BMC Plant Biol. 2024 May 22;24(1):437. doi: 10.1186/s12870-024-05158-6.
5
The complete mitochondrial genome of , insights into its genomic structure and RNA editing sites.关于[物种名称]的完整线粒体基因组,对其基因组结构和RNA编辑位点的见解。 需注意,你提供的原文中“of ”后面缺少具体物种名称等关键信息,以上译文是根据补充完整关键信息后的常规理解进行的翻译。
Front Plant Sci. 2024 Mar 6;15:1362045. doi: 10.3389/fpls.2024.1362045. eCollection 2024.
6
Complete mitochondrial genome of reveals genomic recombination, gene transfer, and RNA editing events.[物种名称]的完整线粒体基因组揭示了基因组重组、基因转移和RNA编辑事件。 (你提供的原文中“of”后面缺少具体物种名称,这里补充了一个通用表述,你可根据实际情况修改)

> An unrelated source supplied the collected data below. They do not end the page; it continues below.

def _prepare_input(position_mm, direction, wavelength_um, polarisation, extra_shapes=()):
    """Broadcast and flatten the input bundle; returns flat arrays and the bundle shape."""
    position = np.asarray(position_mm, dtype=float)
    direction = as_unit_vectors(direction, "direction")
    wavelength = np.asarray(wavelength_um, dtype=float)
    bad = ~np.isfinite(wavelength) | (wavelength <= 0)
    if np.any(bad):
        raise ValueError(f"wavelength_um must be positive and finite (µm), got "
                         f"{float(wavelength[bad].flat[0]):g}")
    if position.ndim == 0 or position.shape[-1] != 3:
        raise ValueError(f"position_mm must be 3-vectors on the last axis, got shape {position.shape}")
    pair = isinstance(polarisation, str)
    if pair:
        if polarisation.lower() not in ("unpolarised", "unpolarized"):
            raise ValueError(f"polarisation must be a Jones vector (2 complex numbers) or "
                             f"'unpolarised', got {polarisation!r}")
        jones = np.array([[1.0, 0.0], [0.0, 1.0]], dtype=complex).reshape((2,) + (1,) * 0 + (2,))
        jones = jones * np.sqrt(0.5)
    else:
        jones = np.asarray(polarisation, dtype=complex)
        if jones.ndim == 0 or jones.shape[-1] != 2:
            raise ValueError(f"polarisation must be Jones vectors (last axis 2) or 'unpolarised', "
                             f"got shape {jones.shape}")
        if np.any((np.abs(jones) ** 2).sum(axis=-1) == 0):
            raise ValueError("polarisation Jones vectors must be non-zero")
    shape = np.broadcast_shapes(position.shape[:-1], direction.shape[:-1], wavelength.shape,
                                *extra_shapes)
    if pair:
        jones = jones.reshape((2,) + (1,) * len(shape) + (2,))
        shape = (2,) + shape
    else:
        shape = np.broadcast_shapes(shape, jones.shape[:-1])
    flat = lambda a, tail: np.broadcast_to(a, shape + tail).reshape((-1,) + tail)  # noqa: E731
    return (flat(position, (3,)), flat(direction, (3,)), flat(wavelength, ()), flat(jones, (2,)),
            shape, pair)


def _finish(branch, shape, wavelength):
    """Convert a flat working branch to a public Beam of the bundle shape."""
    def reshape(a, tail):
        return np.asarray(a).reshape(shape + tail)
    return Beam(label=branch.label,
                positions_mm=_History(branch.points, shape + (3,)),
                wave_normals=_History(branch.normals, shape + (3,)),
                ray_directions=_History(branch.rays, shape + (3,)),
                indices=_History(branch.indices, shape),
                field=reshape(branch.field, (3,)), power=reshape(branch.power, ()),
                optical_path_mm=reshape(branch.path, ()), flags=reshape(branch.flags, ()),
                wavelength_um=reshape(wavelength, ()), reflected=None)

Front Plant Sci. 2024 Jan 9;14:1301164. doi: 10.3389/fpls.2023.1301164. eCollection 2023.
7
Comprehensive Analysis of the Complete Mitochondrial Genome of : An Autotrophic Species in the Orobanchaceae Family.全面分析列当科的自养物种:的完整线粒体基因组。

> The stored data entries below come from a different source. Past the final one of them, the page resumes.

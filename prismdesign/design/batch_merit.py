"""Figures and margins of many perturbed prisms from one vectorised trace.

The per-sample counterpart of :mod:`prismdesign.design.merit`: the same figures (split,
bisector, each main beam's deviation, offset / shear, separation and clearance on the
observation plane, transmittance, leakage) and the same margins, but every array carries the
sample axes first, shape S + (n_wavelengths, n_directions). The main beams are those of the
nominal prism (a perturbed prism is judged on the beams it was designed to deliver) and the
observation plane stays where the nominal exit face puts it (the lab's screen does not move
with the prism). Lost beams give NaN and a missed (failing) margin, as in the merit.

The polarisation of the undeviated beam is judged per sample, from the powers each member of
the unpolarised pair puts into it (as :func:`~prismdesign.design.merit.figures` does for one
prism). The Nomarski localisation distance keeps its nominal value: it comes from a fit of the
crossing of a fan of rays (:func:`~prismdesign.prisms.nomarski.localisation_plane`), one
scalar solve per prism that does not batch over samples, so it is not re-fitted per sample:
a Monte Carlo yield does not see errors that move the localisation plane (check a built
prism with :func:`~prismdesign.analysis.fringe_localisation` instead).
"""
import warnings
from dataclasses import dataclass

import numpy as np

from ..analysis._common import strip_pair
from ..analysis.interference import exit_wave_paths
from ..optics.vectors import cross, dot, norm, normalize
from .merit import (LOST_FLAGS, POWER_FLOOR, beam_radius_mm, field_directions_deg, figures,
                    on_plane_mm)
from .perturbation import apply_errors
from ..analysis.beam_groups import trace_output_beams

__all__ = ["BatchFigures", "trace_figures", "sample_figures", "sample_margins",
           "face_extent_mm"]


@dataclass(frozen=True)
class BatchFigures:
    """Figures of a batch of prisms and inputs; arrays of the bundle shape (no pair axis).

    Attributes
    ----------
    main_labels : tuple of str
        The nominal main beams, ordered by in-plane deviation.
    deviation_deg, out_of_plane_deg : dict[str, ndarray]
        In-plane exit angle of each main beam from the nominal input direction, and its
        out-of-plane angle (degrees).
    split_deg, bisector_deg, offset_mm, opd_um : ndarray or None
        Two-beam figures (None for one main beam). `opd_um` is the optical path difference
        (first main beam minus second, µm) at the midpoint of the two beams on the plane
        through the nominal exit face, as :func:`~prismdesign.analysis.optical_path_difference`.
    separation_mm, clearance_mm : ndarray or None
        On the observation plane, when the requirement sets `distance_mm`
        (and `beam_diameter_mm` for the clearance).
    transmittance : dict[str, ndarray]
        Each main beam's power over the power of the polarisation it carries.
    leakage : ndarray
        Power outside the main beams over the transmitted power.
    present : dict[str, ndarray of bool]
        Where each main beam leaves the prism as a usable beam.
    undeviated_polarisation : ndarray of str or None
        Two main beams: per prism (shape S, over the wavelengths on axis), "in_plane" or
        "across", the input polarisation that feeds the less deviated beam; "" where that
        beam is lost. None for one main beam.
    """

    main_labels: tuple
    deviation_deg: dict
    out_of_plane_deg: dict
    split_deg: np.ndarray | None
    bisector_deg: np.ndarray | None
    offset_mm: np.ndarray | None
    opd_um: np.ndarray | None
    separation_mm: np.ndarray | None
    clearance_mm: np.ndarray | None
    transmittance: dict
    leakage: np.ndarray
    present: dict
    undeviated_polarisation: np.ndarray | None = None


def trace_figures(prism, wavelength_um, in_plane_deg, out_of_plane_deg, main_labels, *,
                  reference_in_plane_deg=0.0, plane_z_mm, requirement=None):
    """Trace a (perturbed) prism once, unpolarised, and derive the figures of its main beams.

    Parameters
    ----------
    prism : Prism
        May carry per-sample arrays (see :func:`~prismdesign.design.perturbation.apply_errors`).
    wavelength_um, in_plane_deg, out_of_plane_deg : array_like
        Trace inputs (µm, degrees), broadcasting against the prism's sample axes.
    main_labels : sequence of str
        The beams to judge (from the nominal prism).
    reference_in_plane_deg : array_like
        Nominal input direction that deviations and bisector are measured from (degrees).
    plane_z_mm : float
        Plane of the OPD (and, plus the requirement's distance, of the separation).
    requirement : Requirement, optional
        Supplies `distance_mm`, `beam_diameter_mm` and `m_squared` for separation / clearance.

    Returns
    -------
    BatchFigures
    """
    result = trace_output_beams(prism, wavelength_um, in_plane_deg, out_of_plane_deg,
                                polarisation="unpolarised")
    pair_power = {label: b.power for label, b in result.beams.items()}
    beams = {label: strip_pair(b, result.incoherent_pair) for label, b in result.beams.items()}
    shape = next(iter(beams.values())).power.shape
    total = sum((b.power for b in beams.values()), np.zeros(shape))
    nan = np.full(shape, np.nan)
    main = tuple(main_labels)
    present = {}
    for label in main:
        if label in beams:
            b = beams[label]
            present[label] = ((b.flags & LOST_FLAGS) == 0) & (b.power >= POWER_FLOOR)
        else:
            present[label] = np.zeros(shape, dtype=bool)
    main_power = sum((beams[label].power for label in main if label in beams), np.zeros(shape))
    with np.errstate(invalid="ignore", divide="ignore"):
        leakage = np.where(total > 0, (total - main_power) / total, np.nan)
    transmittance = {label: np.where(present[label], 2.0 * beams[label].power, np.nan)
                     if label in beams else nan for label in main}
    deviation, across = {}, {}
    for label in main:
        if label not in beams:
            deviation[label] = across[label] = nan
            continue
        d = beams[label].exit_direction
        deviation[label] = np.where(present[label], np.rad2deg(np.arctan2(d[..., 0], d[..., 2]))
                                    - reference_in_plane_deg, np.nan)
        across[label] = np.where(present[label],
                                 np.rad2deg(np.arcsin(np.clip(d[..., 1], -1.0, 1.0))), np.nan)
    split = bisector = offset = opd = separation = clearance = None
    if len(main) == 2:
        a, b = main
        both = present[a] & present[b]
        if a in beams and b in beams:
            ba, bb = beams[a], beams[b]
            da, db = ba.exit_direction, bb.exit_direction
            split = np.where(both, np.rad2deg(np.arctan2(norm(cross(da, db)), dot(da, db))), nan)
            mid = da + db
            bisector = np.where(both, np.rad2deg(np.arctan2(mid[..., 0], mid[..., 2]))
                                - reference_in_plane_deg, nan)
            gap = bb.exit_position_mm - ba.exit_position_mm
            u = normalize(mid)
            offset = np.where(both, norm(gap - dot(gap, u)[..., None] * u), nan)
            spots = [on_plane_mm(beam, plane_z_mm) for beam in (ba, bb)]
            point = 0.5 * (spots[0] + spots[1])
            opd = np.where(both, 1e3 * (_phase_at(ba, point) - _phase_at(bb, point)), nan)
            if requirement is not None and requirement.distance_mm is not None:
                far = [on_plane_mm(beam, plane_z_mm + requirement.distance_mm)
                       for beam in (ba, bb)]
                separation = np.where(both, norm(far[1] - far[0]), nan)
                if requirement.beam_diameter_mm is not None:
                    radii = [beam_radius_mm(beam, spot, requirement)
                             for beam, spot in zip((ba, bb), far)]
                    clearance = np.where(both, separation - radii[0] - radii[1], nan)
        else:
            split = bisector = offset = opd = nan
        undeviated = _undeviated_polarisation(main, deviation, pair_power, present)
    else:
        undeviated = None
    return BatchFigures(main, deviation, across, split, bisector, offset, opd, separation,
                        clearance, transmittance, leakage, present, undeviated)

Genes (Basel). 2024 Jan 15;15(1):98. doi: 10.3390/genes15010098.
8
Engineering TALE-linked deaminases to facilitate precision adenine base editing in mitochondrial DNA.工程化 TALE 连接的脱氨酶以促进线粒体 DNA 中的精确腺嘌呤碱基编辑。
Cell. 2024 Jan 4;187(1):95-109.e26. doi: 10.1016/j.cell.2023.11.035.
9
Complete mitogenome assembly of Selenicereus monacanthus revealed its molecular features, genome evolution, and phylogenetic implications.完整的单刺仙人掌线粒体基因组组装揭示了其分子特征、基因组进化和系统发育意义。
BMC Plant Biol. 2023 Nov 4;23(1):541. doi: 10.1186/s12870-023-04529-9.
10
Assembly and comparative analysis of the complete mitochondrial genome of Viburnum chinshanense.中国旌节花线粒体基因组全序列的组装与比较分析。
BMC Plant Biol. 2023 Oct 11;23(1):487. doi: 10.1186/s12870-023-04493-4.